__Your goal__. Output nothing but the lines from the first line of the entries to the line with "with atomic_path(store) as first_tmp, scratch_path(store)", inclusive, exactly as they read.

□ □ □ □ □ □ □

def import_lines(sources, store, *, on_error="raise", compression="lzf", progress=None, duplicates="warn"):
    """Import line files (and existing stores) into one new HDF5 line store.

    Parameters
    ----------
    sources : sequence of str or os.PathLike
        Line files in the 160-character format (plain or compressed), or line
        stores written by specforce; their lines are merged.
    store : str or os.PathLike
        Path of the store to write. It is replaced only when the import succeeds.
    on_error : {"raise", "skip"}
        Stop at the first bad record (default) or skip bad records and report them.
    compression : {"lzf", "gzip", None}
        HDF5 filter for the columns.
    progress : callable, optional
        Called with the number of bytes consumed as the import goes.
    duplicates : {"warn", "drop"}
        Records repeating another exactly are counted and reported (default), or dropped.

    Returns
    -------
    ImportReport

    Raises
    ------
    LineStoreError
        If the sources hold no line record (nothing is written).
    """
    if isinstance(sources, (str, os.PathLike)):
        sources = [sources]
    if not sources:
        raise LineStoreError("no source files given to import")
    if duplicates not in ("warn", "drop"):
        raise LineStoreError(f"duplicates must be 'warn' or 'drop', got {duplicates!r}")
    for src in sources:
        if not os.path.exists(src):
            raise FileNotFoundError(f"{src}: no such line file; check the path")
    provenance = []
    with atomic_path(store) as first_tmp, scratch_path(store) as sorted_tmp:
        ordered = True
        last = -np.inf
        with h5py.File(first_tmp, "w") as h5:
            grp = h5.create_group("lines")
            writer = _ColumnWriter(grp, compression)
            for src in sources:
                if _is_store(src):
                    with h5py.File(src, "r") as other:
                        provenance.extend(json.loads(other.attrs["sources"]))
                        n = int(other.attrs["total_lines"])
                        for start in range(0, n, 1 << 20):
                            cols = {c: other["lines"][c][start : start + (1 << 20)] for c in COLUMNS}
                            if cols["wavenumber"].size:
                                ordered &= bool(cols["wavenumber"][0] >= last)
                                last = cols["wavenumber"][-1]
                                writer.append(cols)
                    continue
                report = ReadReport()
                hasher = hashlib.sha256()
                blocks = iter_record_blocks(src, on_error=on_error, report=report, progress=progress, hasher=hasher)
                for cols in _prefetch(blocks):
                    wn = cols["wavenumber"]
                    ordered &= bool(wn[0] >= last) and bool(np.all(wn[1:] >= wn[:-1]))
                    last = wn[-1]
                    writer.append(cols)
                provenance.append(
                    {
                        "path": os.path.abspath(os.fspath(src)),
                        "sha256": hasher.hexdigest(),
                        "records": report.records,
                        "skipped": dict(report.skipped),
                        "imported": _now(),
                    }
                )
            writer.close()
            if ordered:
                _finish(h5, grp, provenance, {})
        if not ordered:
            # Sort out of core: one column in memory at a time, into the scratch file, which
            # then takes the place of the unsorted one.
            with h5py.File(first_tmp, "r") as h5, h5py.File(sorted_tmp, "w") as out:
                grp = out.create_group("lines")
                _sort_into(h5["lines"], grp, compression)
                _finish(out, grp, provenance, {})
            os.replace(sorted_tmp, first_tmp)
        with h5py.File(first_tmp, "r") as h5:
            n = int(h5.attrs["total_lines"])
            repeated = _duplicate_rows(h5["lines"])
        if n == 0:
            names = ", ".join(os.fspath(s) for s in sources)
            raise LineStoreError(f"{names}: no line records found; nothing written (is it a file of 160-character "
                                 f"records?)")
        if repeated.size and duplicates == "drop":
            with h5py.File(first_tmp, "r") as h5, h5py.File(sorted_tmp, "w") as out:
                grp = out.create_group("lines")
                keep = np.ones(n, bool)
                keep[repeated] = False
                _copy_rows(h5["lines"], grp, keep, compression)
                _finish(out, grp, provenance, {"dropped_duplicates": int(repeated.size)})
            os.replace(sorted_tmp, first_tmp)
    warnings = []
    seen = {}
    for src in provenance:
        if src.get("sha256") in seen:
            warnings.append(f"{src['path']} has the same content (sha256) as {seen[src['sha256']]}: its lines are in "
                            f"the store twice")
        seen.setdefault(src.get("sha256"), src["path"])
    if repeated.size:
        warnings.append(f"{repeated.size} records repeat another record exactly"
                        + (" and were dropped" if duplicates == "drop" else "; --drop-duplicates drops them"))
    lines = n - (repeated.size if duplicates == "drop" else 0)
    return ImportReport(provenance, lines, int(repeated.size), duplicates == "drop", tuple(warnings))


def _duplicate_rows(group):
    """Indices of rows that repeat an earlier row exactly (all columns), in a store sorted by wavenumber.

    Rows are read in chunks that end where the wavenumber changes, so that every
    set of equal rows (equal wavenumbers first of all) falls in one chunk.
    """
    wn = group["wavenumber"]
    n = wn.shape[0]
    out = []
    start = 0
    while start < n:
        stop = min(n, start + (1 << 20))
        if stop < n:
            w = wn[stop - 1 : min(n, stop + 4096)]
            run = int(np.searchsorted(w, w[0], side="right"))  # rows equal to the last one go with it
            stop = stop - 1 + run
        cols = [group[c][start:stop] for c in COLUMNS]
        rec = np.rec.fromarrays(cols)
        _, first = np.unique(rec, return_index=True)
        dup = np.setdiff1d(np.arange(stop - start), first, assume_unique=True)
        out.append(dup + start)
        start = stop
    return np.concatenate(out) if out else np.zeros(0, np.int64)


def _copy_rows(src_group, dst_group, keep, compression):
    """Copy the rows marked by ``keep``, one column at a time."""
    kw = _filters(compression)
    for col in COLUMNS:
        data = src_group[col][:][keep]
        ds = dst_group.create_dataset(col, data=data, maxshape=(None,), chunks=(_CHUNK,), **kw)
        for k, v in src_group[col].attrs.items():
            ds.attrs[k] = v


def write_store(lines, store, *, compression="lzf", extra_attrs=None):
    """Write a :class:`LineList` (all columns present) to a new store, atomically.

    Parameters
    ----------
    lines : LineList
        Lines to write; sorted by wavenumber here if they are not already.
    store : str or os.PathLike
        Path of the store.
    compression : {"lzf", "gzip", None}
        HDF5 filter for the columns.
    extra_attrs : dict, optional
        More root attributes (e.g. generator settings), JSON-serialisable values.
    """
    missing = [c for c in COLUMNS if c not in lines.columns]
    if missing:
        raise LineStoreError(f"cannot write a store: the line list lacks columns {missing}")
    order = np.argsort(lines.columns["wavenumber"], kind="stable")
    kw = _filters(compression)
    with atomic_path(store) as tmp, h5py.File(tmp, "w") as h5:
        grp = h5.create_group("lines")
        for col in COLUMNS:
            data = np.asarray(lines.columns[col])[order].astype(_DTYPES[col], copy=False)
            ds = grp.create_dataset(col, data=data, maxshape=(None,), chunks=(min(_CHUNK, max(1, data.size)),), **kw)
            if col in _FIELD:
                ds.attrs["units"] = _FIELD[col].unit
                ds.attrs["description"] = _FIELD[col].description
        extra = {k: (v if isinstance(v, (str, int, float)) else json.dumps(v)) for k, v in (extra_attrs or {}).items()}
        _finish(h5, grp, lines.provenance.get("sources", []), extra)


class LineStore:
    """An open line store. Use :func:`open_store`; close with ``close()`` or ``with``."""

    def __init__(self, path):
        self.path = os.fspath(path)
        if not os.path.exists(self.path):
            raise FileNotFoundError(f"{self.path}: no such line store; create one with 'specforce lines import'")
        try:
            self._h5 = h5py.File(self.path, "r")
        except OSError as exc:
            raise LineStoreError(f"{self.path}: not a readable HDF5 file ({exc})") from exc
        fmt = self._h5.attrs.get("format")
        if fmt != FORMAT_NAME:
            self._h5.close()
            raise LineStoreError(f"{self.path}: not a specforce line store (format attribute {fmt!r})")
        version = int(self._h5.attrs.get("format_version", 0))
        if version > FORMAT_VERSION:
            self._h5.close()
            raise LineStoreError(
                f"{self.path}: store format version {version} is newer than this specforce "
                f"reads ({FORMAT_VERSION}); upgrade specforce"
            )
        self._lines = self._h5["lines"]
        self._index = self._lines["wavenumber_index"][:]

    def __enter__(self):
        return self

    def __exit__(self, *exc):
        self.close()

    def close(self):
        """Close the file."""
        self._h5.close()

    def __len__(self):
        return int(self._h5.attrs["total_lines"])

    @property
    def provenance(self):
        """Root attributes as a plain dict (sources parsed from JSON)."""
        out = {k: (v.item() if hasattr(v, "item") else v) for k, v in self._h5.attrs.items()}
        for key in ("sources", "molecule_counts", "generator"):
            if key in out and isinstance(out[key], str):
                out[key] = json.loads(out[key])
        return out

    def _window(self, wn_min, wn_max):
        n = len(self)
        if n == 0:
            return 0, 0
        lo_blk = max(int(np.searchsorted(self._index, wn_min, side="left")) - 1, 0)
        hi_blk = int(np.searchsorted(self._index, wn_max, side="right"))
        lo0 = lo_blk * INDEX_STEP
        hi0 = min(hi_blk * INDEX_STEP, n)
        wn = self._lines["wavenumber"][lo0:hi0]
        return lo0 + int(np.searchsorted(wn, wn_min, "left")), lo0 + int(np.searchsorted(wn, wn_max, "right"))

    def select(
        self,
        molecules=None,
        wavenumber_range=None,
        min_intensity=None,
        temperature=REFERENCE_TEMPERATURE,
        isotopologues=None,
        columns=None,
    ):
        """Read the lines that pass the given filters.

        Parameters
        ----------
        molecules : sequence of str or int, optional
            Keep only these molecules (formulas or numbers).
        wavenumber_range : (float, float), optional
            Window [cm-1], inclusive. Only the needed part of the file is read.
        min_intensity : float, optional
            Keep lines whose intensity at ``temperature`` is at least this
            [cm-1/(molecule cm-2)].
        temperature : float
            Temperature for the intensity threshold [K]; default 296.
        isotopologues : sequence of int, optional
            Keep only these isotopologue numbers.
        columns : sequence of str, optional
            Columns to read (default all).

        Returns
        -------
        LineList
        """
        lo, hi = 0, len(self)
        if wavenumber_range is not None:
            a, b = map(float, wavenumber_range)
            if not b >= a:
                raise LineStoreError(f"wavenumber_range must be (min, max) with min <= max, got {wavenumber_range}")
            lo, hi = self._window(a, b)
        cols = list(columns) if columns is not None else list(COLUMNS)
        unknown = [c for c in cols if c not in COLUMNS]
        if unknown:
            raise LineStoreError(f"unknown line columns {unknown}; known are {list(COLUMNS)}")
        need = set(cols) | {"molecule"}
        if isotopologues is not None or min_intensity is not None:
            need |= {"isotopologue"}
        if min_intensity is not None:
            need |= {"intensity", "wavenumber", "lower_energy"}
        data = {c: self._lines[c][lo:hi] for c in need}
        mask = np.ones(hi - lo, dtype=bool)
        if molecules is not None:
            ids = [molecule_id(m) for m in molecules]
            mask &= np.isin(data["molecule"], ids)
        if isotopologues is not None:
            mask &= np.isin(data["isotopologue"], [int(i) for i in isotopologues])
        if min_intensity is not None:
            s_t = intensity_at(data, temperature)
            mask &= s_t >= float(min_intensity)
        out = {c: data[c][mask] for c in cols}
        return LineList(out, {"sources": self.provenance.get("sources", []), "store": os.path.abspath(self.path)})

    def info(self):
        """Summary: total lines, and per molecule the count and wavenumber span."""
        n = len(self)
        per = {}
        step = 1 << 21
        for start in range(0, n, step):
            mol = self._lines["molecule"][start : start + step]
            wn = self._lines["wavenumber"][start : start + step]
            for m in np.unique(mol):
                sel = wn[mol == m]
                name = molecule_name(int(m))
                d = per.setdefault(name, {"lines": 0, "wavenumber_min": np.inf, "wavenumber_max": -np.inf})
                d["lines"] += int(sel.size)
                d["wavenumber_min"] = min(d["wavenumber_min"], float(sel[0]))
                d["wavenumber_max"] = max(d["wavenumber_max"], float(sel[-1]))
        prov = self.provenance
        return {
            "path": os.path.abspath(self.path),
            "total_lines": n,
            "molecules": per,
            "sources": prov.get("sources", []),
            "created": prov.get("created"),
            "specforce_version": prov.get("specforce_version"),
            "size_bytes": os.path.getsize(self.path),
        }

□ □ □ □ □ □ □

__Solution to this problem__.
def import_lines(sources, store, *, on_error="raise", compression="lzf", progress=None, duplicates="warn"):
    """Import line files (and existing stores) into one new HDF5 line store.

    Parameters
    ----------
    sources : sequence of str or os.PathLike
        Line files in the 160-character format (plain or compressed), or line
        stores written by specforce; their lines are merged.
    store : str or os.PathLike
        Path of the store to write. It is replaced only when the import succeeds.
    on_error : {"raise", "skip"}
        Stop at the first bad record (default) or skip bad records and report them.
    compression : {"lzf", "gzip", None}
        HDF5 filter for the columns.
    progress : callable, optional
        Called with the number of bytes consumed as the import goes.
    duplicates : {"warn", "drop"}
        Records repeating another exactly are counted and reported (default), or dropped.

    Returns
    -------
    ImportReport

    Raises
    ------
    LineStoreError
        If the sources hold no line record (nothing is written).
    """
    if isinstance(sources, (str, os.PathLike)):
        sources = [sources]
    if not sources:
        raise LineStoreError("no source files given to import")
    if duplicates not in ("warn", "drop"):
        raise LineStoreError(f"duplicates must be 'warn' or 'drop', got {duplicates!r}")
    for src in sources:
        if not os.path.exists(src):
            raise FileNotFoundError(f"{src}: no such line file; check the path")
    provenance = []
    with atomic_path(store) as first_tmp, scratch_path(store) as sorted_tmp:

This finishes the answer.